It took only a minute or two for the pair to reach their location, and being the Lady of their group, Gu Xiulan naturally stepped forward, offering a sweeping bow. “My Lord Guo, my Lord Deng, you do us great honor in keeping the roads clear and safe.”
Patrolling the great roads was a duty shared between the Dukes of the province, the Guo, and the three great count or marquis clans. The Han, the Fan, and the Deng. Always in pairs, and never a pair from the same clan. It fostered unity among those who ruled the wastes. Or so it was said anyway.
“You are too kind, Lady Gu,” said the first rider, his mount coming to a stop a polite distance away. He held his spear easily over his shoulder as he shook his head, sending the signature long braid of the Guo clan swaying behind him. “It seems you’ve done our duty for us!”
The other, the warrior of the Deng clan, was silent, but a gesture swept the dust and sand that billowed in their wake away, stopping it from engulfing the group at a stop.
“Only small pests,” Gu Xiulan said, with just the right mix of humbleness and pride
“The road has been very clear, my lords,” Captain Yun said gruffly, bowing lower than her. “This small event has been the only trouble since reaching the provincial border.”
“You’re too kind, it's been a light season,” the young Guo said. “Might I ask your business, Lady Gu?”
“Returning home due to circumstances in the south,” Gu Xiulan said politely straightening up. “I am Gu Xiulan, late of the Argent Peak Sect.”
“Ah the little war with the cloud barbarians,” he said. “The Gu can hardly afford to risk both of their young geniuses, even in a small way.”
Gu Xiulan felt her smile grow a little brittle behind her veil.

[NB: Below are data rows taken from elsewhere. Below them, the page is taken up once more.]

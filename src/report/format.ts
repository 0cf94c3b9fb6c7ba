/**
 * Text helpers for the report and the static plots: HTML/XML escaping, engineering units for
 * frequency and delay axes, tick placement, and fixed-precision numbers for deterministic output.
 *
 * @module
 */

import type { NetworkData } from '../network/types.js';

/** Escapes text for HTML or XML element content and attribute values. */
export function escapeXml(s: string): string {
  return s.replace(/[&<>"']/g, (c) => (c === '&' ? '&amp;' : c === '<' ? '&lt;' : c === '>' ? '&gt;' : c === '"' ? '&quot;' : '&#39;'));
}

/** A display unit: values are divided by `scale` and shown with `unit`. */
export interface DisplayUnit {
  scale: number;
  unit: string;
}

/** The frequency unit for an axis reaching up to `maxHz`: GHz, MHz, kHz or Hz. */
export function frequencyUnit(maxHz: number): DisplayUnit {
  const a = Math.abs(maxHz);
  if (a >= 1e9) return { scale: 1e9, unit: 'GHz' };
  if (a >= 1e6) return { scale: 1e6, unit: 'MHz' };
  if (a >= 1e3) return { scale: 1e3, unit: 'kHz' };
  return { scale: 1, unit: 'Hz' };
}

/** The time unit for delays up to `maxSeconds` in magnitude: ps, ns, µs, ms or s. */
export function delayUnit(maxSeconds: number): DisplayUnit {
  const a = Math.abs(maxSeconds);
  if (!Number.isFinite(a) || a === 0) return { scale: 1e-9, unit: 'ns' };
  if (a < 1e-9) return { scale: 1e-12, unit: 'ps' };
  if (a < 1e-6) return { scale: 1e-9, unit: 'ns' };
  if (a < 1e-3) return { scale: 1e-6, unit: 'µs' };
  if (a < 1) return { scale: 1e-3, unit: 'ms' };
  return { scale: 1, unit: 's' };
}

/** Evenly spaced ticks over an axis: the values, the step and the decimals their labels need. */
export interface Ticks {
  min: number;
  max: number;
  step: number;
  values: number[];
  decimals: number;
}

/**
 * A "nice" step of 1, 2 or 5 times a power of ten near `span / target` (the usual 1-2-5 rule, as in
 * P. S. Heckbert, "Nice numbers for graph labels", Graphics Gems, 1990; from memory).
 */
export function niceStep(span: number, target: number): number {
  if (!(span > 0) || !Number.isFinite(span)) return 1;
  const raw = span / Math.max(1, target);
  const p = Math.pow(10, Math.floor(Math.log10(raw)));
  const m = raw / p;
  const nice = m < 1.5 ? 1 : m < 3.5 ? 2 : m < 7.5 ? 5 : 10;
  return nice * p;
}

/** Decimals needed to print multiples of `step` exactly (0 for steps ≥ 1). */
export function stepDecimals(step: number): number {
  if (!(step > 0)) return 0;
  return Math.max(0, Math.min(12, -Math.floor(Math.log10(step) + 1e-9)));
}

/**
 * Ticks covering [lo, hi]: the axis is widened outward to whole steps when `expand` is set
 * (value axes), and kept at [lo, hi] with the ticks inside otherwise (frequency axes).
 */
export function ticks(lo: number, hi: number, target: number, expand: boolean): Ticks {
  if (!Number.isFinite(lo) || !Number.isFinite(hi)) {
    lo = 0;
    hi = 1;
  }
  if (hi < lo) [lo, hi] = [hi, lo];
  if (hi === lo) {
    const d = lo === 0 ? 1 : Math.abs(lo) * 0.1;
    lo -= d;
    hi += d;
  }
  const step = niceStep(hi - lo, target);
  const eps = step * 1e-9;
  const min = expand ? Math.floor((lo + eps) / step) * step : lo;
  const max = expand ? Math.ceil((hi - eps) / step) * step : hi;
  const values: number[] = [];
  const first = Math.ceil((min - eps) / step);
  const last = Math.floor((max + eps) / step);
  for (let t = first; t <= last; t++) values.push(clean(t * step));
  return { min: clean(min), max: clean(max), step, values, decimals: stepDecimals(step) };
}

/** Removes binary noise such as 0.30000000000000004 (12 significant digits). */
function clean(x: number): number {
  return x === 0 ? 0 : Number(x.toPrecision(12));
}

/** A number with fixed decimals and a true minus sign (−); −0 prints as 0. */
export function fixed(x: number, decimals: number): string {
  const s = x.toFixed(decimals);
  if (/^-0(\.0*)?$/.test(s)) return s.slice(1);
  return s.startsWith('-') ? `−${s.slice(1)}` : s;
}

/** A coordinate for SVG output: two decimals, ASCII minus, no −0 (deterministic). */
export function coord(x: number): string {
  const s = x.toFixed(2);
  return s === '-0.00' ? '0.00' : s;
}

/** A number rounded to `digits` significant digits for the embedded data (null when not finite). */
export function round(x: number, digits = 9): number | null {
  if (!Number.isFinite(x)) return null;
  return x === 0 ? 0 : Number(x.toPrecision(digits));
}

/**
 * The label of entry (i, j), 1-based: `S21` for ports up to 9, `S(12,3)` beyond. For mixed-mode data
 * (`modes`, one label per row/column such as `D1` or `C2`, see modeLabels in
 * src/network/mixed-mode.ts) the two mode letters come first, in lower case, then the pair numbers:
 * entry (D2, C1) is `Sdc21` (the naming of Bockelman & Eisenstadt, 1995; `Sdc(12,3)` beyond pair 9).
 */
export function entryLabel(i: number, j: number, ports: number, modes?: readonly string[]): string {
  if (modes) {
    const a = modes[i - 1]!;
    const b = modes[j - 1]!;
    const ri = a.slice(1);
    const rj = b.slice(1);
    const kinds = `${a[0]!.toLowerCase()}${b[0]!.toLowerCase()}`;
    return /^\d$/.test(ri) && /^\d$/.test(rj) ? `S${kinds}${ri}${rj}` : `S${kinds}(${ri},${rj})`;
  }
  return ports <= 9 ? `S${i}${j}` : `S(${i},${j})`;
}

/**
 * The mode labels of mixed-mode data (`modes` of MixedModeData, one per port: `D1` … `C1` …), or
 * undefined for single-ended data or labels of another form.
 */
export function modesOf(net: object & { ports: number }): readonly string[] | undefined {
  const modes = (net as { modes?: unknown }).modes;
  if (!Array.isArray(modes) || modes.length !== net.ports) return undefined;
  return modes.every((m) => typeof m === 'string' && /^[DCdc]\d+$/.test(m)) ? (modes as string[]) : undefined;
}

/** A reference impedance R + jX in words: `50 Ω`, `36 + j21 Ω`, `50 − j10 Ω` (six significant digits). */
export function referenceText(r: number, x: number): string {
  const rs = String(Number(r.toPrecision(6)));
  if (x === 0) return `${rs} Ω`;
  const xs = String(Number(Math.abs(x).toPrecision(6)));
  return `${rs} ${x < 0 ? '−' : '+'} j${xs} Ω`;
}

/**
 * How far below the largest value a dB axis reaches at most: 120 dB. Values below are numerical
 * zeros (an |S| of 1e-20 is −400 dB) or far beneath anything of interest; ranging the axis down to
 * them would squash the data that matters into a sliver. 120 dB covers the dynamic range of a good
 * vector network analyser with room (common practice).
 */
export const DB_AXIS_SPAN = 120;

/** The lowest value a dB axis shows, given the values on it: the largest finite one less {@link DB_AXIS_SPAN}. */
export function dbAxisFloor(largest: number): number {
  return largest - DB_AXIS_SPAN;
}

/** The reference of `port` (1-based) in words, R + jX when it is complex (see {@link referenceText}). */
export function portReference(s: NetworkData, port: number): string {
  return referenceText(s.references[port - 1]!, s.referenceReactances?.[port - 1] ?? 0);
}

/** The distinct port references of `s` in words, R + jX for complex ones: [`50 Ω`, `36 + j21 Ω`]. */
export function referenceList(s: NetworkData): string[] {
  const seen = new Set<string>();
  for (let p = 1; p <= s.ports; p++) seen.add(portReference(s, p));
  return [...seen];
}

The feeling of receiving such praise was still… strangely mixed. “Now you are too kind, Sir…”
“Guo Sho,” he replied. “But I see you have a guest as well.”
“Don’t mind me, just a messenger,” Zheng Nan said from behind them. “I might have a bone to pick with you though, keepin all the good fights for yourself!”
“Most travelers are not of such hardy blood as you, Young Lord of Zheng,” Guo Sho laughed. “I am not going to apologize for doing my duty and keeping them safe.”
“Fair enough!” Zheng Nan laughed. His smile was wide and bared many teeth as he sized up the scion of the Dukes of Golden Fields. Gu Xiulan restrained a sigh.
“Well, let us not keep you,” Guo Sho dismissed, his mount skittering in a wide circle to turn around. “Since you have eliminated our targets, let us at least escort you to the oasis, Lady Gu. I would love to hear a tale or two about the endless forests and hills.”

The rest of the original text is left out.